# adjectif - prononciation



## la fée

J'entends prononcer le mot "adjectif" avec le son de "jean", tandis que je pense qu'on doit séparer le "d" du "j" et prononcer ce dernier comme dans "jour". Qu'en pensez-vous?


----------



## OLN

Bonjour.

[a*dʒ*ɛktif]
On prononce les deux consonnes _d_ et _j_, comme on le fait pour les mots _adjacent_, _adjuvant_, _adjoindre_, _adjonction_, _adjudant_, _adjudication_, etc.
Par quoi veux-tu les séparer ?

_Jean_, le prénom, se prononce [ʒɑ̃] et _jour _[ʒuʀ].
Le j de_ jean_ et _job _empruntés à l'anglais se prononce [dʒ] comme en anglais, mais pas toujours celui de _joker_ ou _juke-box._
Tout cela se trouve dans les dictionnaires.


----------



## mlotpot

On entend le d et le j, complétement accolés, ce qui est identique à la prononciation de "blue jean".


----------



## OLN

On prononce aussi les deux consonnes qui se suivent dans les mots _a*pr*ès_, _a*bs*orber_, _a*dm*iration_ ou _e*sc*alade._

La fée, peux-tu écrire comment tu penses qu'on « devrait » prononcer _adjectif _?


----------



## la fée

Tout simplement en laissant entendre le d et le j... Ad-jectif.


----------



## mlotpot

Serais-tu tenté d'insérer un tout petit "e" entre les des consonnes ? "Adejectif" ? Cela pourrait venir d'une prononciation à l'italienne... On prononce bien le d et le j, sans son vocalique entre les deux, comme on prononce jean.


----------



## la fée

La transcription phonétique est pourtant [ad-ʒɛktif] si je ne me trompe pas, avec un trait d'union entre d et ʒ.


----------



## itka

> Tout simplement en laissant entendre le d et le j... Ad-jectif.

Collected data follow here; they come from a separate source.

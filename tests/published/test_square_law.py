"""Square-law textbooks as the limit of the all-region model at a few kelvin.

At the same n and beta the thermal voltage falls with temperature, so that every current is strong inversion: textbook
numbers must come out to 1 %. I_sq = 2 n beta' U_T^2 with n 1 carries the textbook's k' = mu C_ox over.
"""

from __future__ import annotations

import math
from pathlib import Path
from typing import Any

import pytest

from tests.published.bench import BOLTZMANN, ELEMENTARY_CHARGE, metric, point, solved

KELVIN = 3.0
SQUARE_LAW = 1e-2


def per_square(transconductance_parameter: float) -> float:
    """I_sq at 3 K of a textbook k' = mu C_ox, n = 1. [A]"""
    return 2 * transconductance_parameter * (BOLTZMANN * KELVIN / ELEMENTARY_CHARGE) ** 2


def sedra_and_smith(folder: Path) -> dict[str, Any]:
    """Common source with a current-source load: k'n 200 uA/V^2, W/L 10, I 100 uA, Early voltages 20 V and 10 V."""
    device = {"specific_current": per_square(200e-6), "length_modulation": 1e-6 / 20}
    return solved(
        folder,
        "common-source",
        {"bias_current": 100e-6, "width": 10e-6, "length": 1e-6, "bias_width": 10e-6, "bias_length": 1e-6},
        bias={"device": "pfet"},
        device=device,
        bias_device=device | {"length_modulation": 1e-6 / 10},
        temperature=KELVIN,
        supply=5.0,
    )


def test_common_source_with_a_current_source_load(tmp_path: Path) -> None:
    """Sedra and Smith, Microelectronic Circuits (from memory): g_m 0.63 mA/V, gain -42 V/V."""
    sheet = sedra_and_smith(tmp_path)
    assert sheet["operating_point"]["main"]["region"] == "strong"
    assert point(sheet, "transconductance") == pytest.approx(0.63e-3, rel=SQUARE_LAW)
    assert metric(sheet, "dc_gain") == pytest.approx(42, rel=SQUARE_LAW)
    assert metric(sheet, "output_resistance") == pytest.approx(1 / (1 / 200e3 + 1 / 100e3), rel=SQUARE_LAW)


def test_overdrive_is_that_of_the_square_law(tmp_path: Path) -> None:
    """I = k'/2 W/L V_ov^2 (any textbook): 0.316 V, and the gate stands that much above threshold."""
    sheet = sedra_and_smith(tmp_path)
    overdrive = math.sqrt(2 * 100e-6 / (200e-6 * 10))
    assert point(sheet, "gate_source_voltage") - 0.4 == pytest.approx(overdrive, rel=SQUARE_LAW)
    assert point(sheet, "saturation_voltage") == pytest.approx(overdrive, rel=SQUARE_LAW)


def test_mirror_moves_by_5_percent_per_volt(tmp_path: Path) -> None:
    """Sedra and Smith, current mirror (from memory): V_A' 20 V/um at 1 um, output current changes 5 % per volt."""
    device = {"specific_current": per_square(200e-6), "length_modulation": 1 / 20e6}
    sheet = solved(
        tmp_path,
        "source-follower",
        {"bias_current": 100e-6, "width": 10e-6, "length": 1e-6, "bias_width": 10e-6, "bias_length": 1e-6},
        bias={"device": "nfet"},
        device=device,
        temperature=KELVIN,
        supply=5.0,
    )
    change = point(sheet, "drain_conductance", "bias") / point(sheet, "current", "bias")
    assert change == pytest.approx(0.05, rel=SQUARE_LAW)


def test_intrinsic_gain_of_a_50_by_half_micron_device(tmp_path: Path) -> None:
    """Razavi, Design of Analog CMOS Integrated Circuits (parameters read, answer computed).

    50/0.5, 0.5 mA, mobility 350 cm^2/Vs, t_ox 9 nm, lambda 0.1/V: g_m 3.66 mA/V, r_o 20 kohm, intrinsic gain 73.3.
    """
    oxide = 3.9 * 8.854e-12 / 9e-9
    sheet = solved(
        tmp_path,
        "common-source",
        {"bias_current": 0.5e-3, "width": 50e-6, "length": 0.5e-6},
        device={"specific_current": per_square(350e-4 * oxide), "length_modulation": 0.1 * 0.5e-6},
        temperature=KELVIN,
        supply=5.0,
    )
    assert point(sheet, "transconductance") == pytest.approx(3.66e-3, rel=SQUARE_LAW)
    assert metric(sheet, "output_resistance") == pytest.approx(20e3, rel=SQUARE_LAW)
    assert metric(sheet, "dc_gain") == pytest.approx(73.3, rel=SQUARE_LAW)


@pytest.mark.parametrize(("oxide_nanometres", "per_area"), [(4.09, 8.443e-3), (2.2404, 15.413e-3)])
def test_gate_source_capacitance_is_two_thirds_of_the_oxide(
    tmp_path: Path, oxide_nanometres: float, per_area: float
) -> None:
    """Two thirds of W L C_ox in strong inversion (any textbook), with the oxides of two open process tables:
    4.09 nm gives 8.443 fF/um^2 and 2.2404 nm 15.413, with 3.9 times 8.854 pF/m (open PDK documentation, Apache 2.0).
    """
    assert 3.9 * 8.854e-12 / (oxide_nanometres * 1e-9) == pytest.approx(per_area, rel=1e-4)
    sheet = solved(
        tmp_path,
        "common-source",
        {"bias_current": 100e-6, "width": 10e-6, "length": 1e-6},
        device={"specific_current": per_square(200e-6), "gate_capacitance": per_area, "length_modulation": 1e-7},
        temperature=KELVIN,
        supply=5.0,
    )
    assert point(sheet, "gate_source_capacitance") == pytest.approx(2 / 3 * per_area * 1e-11, rel=SQUARE_LAW)
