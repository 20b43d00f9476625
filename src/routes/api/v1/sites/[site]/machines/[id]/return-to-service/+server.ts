import { z } from 'zod';
import { returnToService } from '#lib/server/alarms/out-of-service.ts';
import { api } from '#lib/server/http/api.ts';
import { Problem } from '#lib/server/http/problem.ts';

export const POST = api(
	{
		summary: 'Returns every published tag of a machine to service before its time.',
		permission: 'alarms:acknowledge',
		body: z.strictObject({ note: z.string().max(2_000).nullish() }),
		bodyOptional: true,
		answer: z.object({ name: z.string(), tags: z.number().int(), out_of_service_until: z.null() }),
		refusals: [409],
	},
	async ({ pool, site, params, body, actor, ip }) => {
		const outcome = await returnToService(pool, {
			siteId: site.id,
			scope: { machineId: /^\d{1,9}$/.test(params.id) ? Number(params.id) : -1 },
			note: body.note ?? null,
			actor,
			ip,
		});
		if (outcome.ok) return { ...outcome.value, out_of_service_until: null };
		if (outcome.reason === 'in-service') throw new Problem(409, outcome.reason, 'Nothing of it is out of service.');
		throw new Problem(404, 'machine-not-found', 'This site has no machine with that id.');
	},
);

Ça se prononce bien comme ça... Quelle autre prononciation as-tu imaginée ? Le son de _jean..._ mais nous ne savons pas à quel "jean" tu penses. OLN t'a donné les différentes prononciations de ce mot.


----------



## la fée

Le jean vêtement... mais je pense avoir été assez claire...


----------



## mlotpot

la fée said:


> La transcription phonétique est pourtant [ad-ʒɛktif] si je ne me trompe pas, avec un trait d'union entre d et ʒ.


Ce n'est pas celle qu'à donnée OLN. Dans quel dictionnaire?


----------



## Maître Capello

la fée said:


> J'entends prononcer le mot "adjectif" avec le son de "jean", tandis que je pense qu'on doit séparer le "d" du "j" et prononcer ce dernier comme dans "jour".


Je ne comprends pas bien ce que vous voulez dire. Comme l'ont suggéré les autres, le « j » de _adjectif_ et celui de _jour_ se prononcent à l'identique, à savoir [ʒ]. De la même façon, le « dj » de _adjectif_ se prononce de la même façon que le « j » de _(blue) jeans_, à savoir [dʒ]. Parlez-vous en fait du découpage en syllabes plutôt que des sons eux-mêmes ?



la fée said:


> La transcription phonétique est pourtant [ad-ʒɛktif] si je ne me trompe pas, avec un trait d'union entre d et ʒ.


On n'utilise pas de trait d'union dans les transcriptions phonétiques… Encore une fois, parlez-vous de syllabation ? À ce sujet, vous remarquerez qu'il existe plusieurs réalisations possibles : [a.dʒɛ.ktif], [ad.ʒɛk.tif], voire [a(d).dʒɛ(k).ktif]. Vous pouvez en entendre des exemples sur forvo.


----------



## la fée

D'accord, j'ai parlé de trait d'union au lieu de parler du point utilisé dans les transcriptions phonétiques. Pardon! Quand je parle de séparer le d et le j, je pense à ce qui arrive dans la prononciation du mot "objectif", que l'on prononce [ob.ʒɛk.tif]. Mais je pense que syllabation et transcription phonétique sont deux choses différentes...


----------



## Maître Capello

la fée said:


> la prononciation du mot "objectif", que l'on prononce [ob.ʒɛk.tif]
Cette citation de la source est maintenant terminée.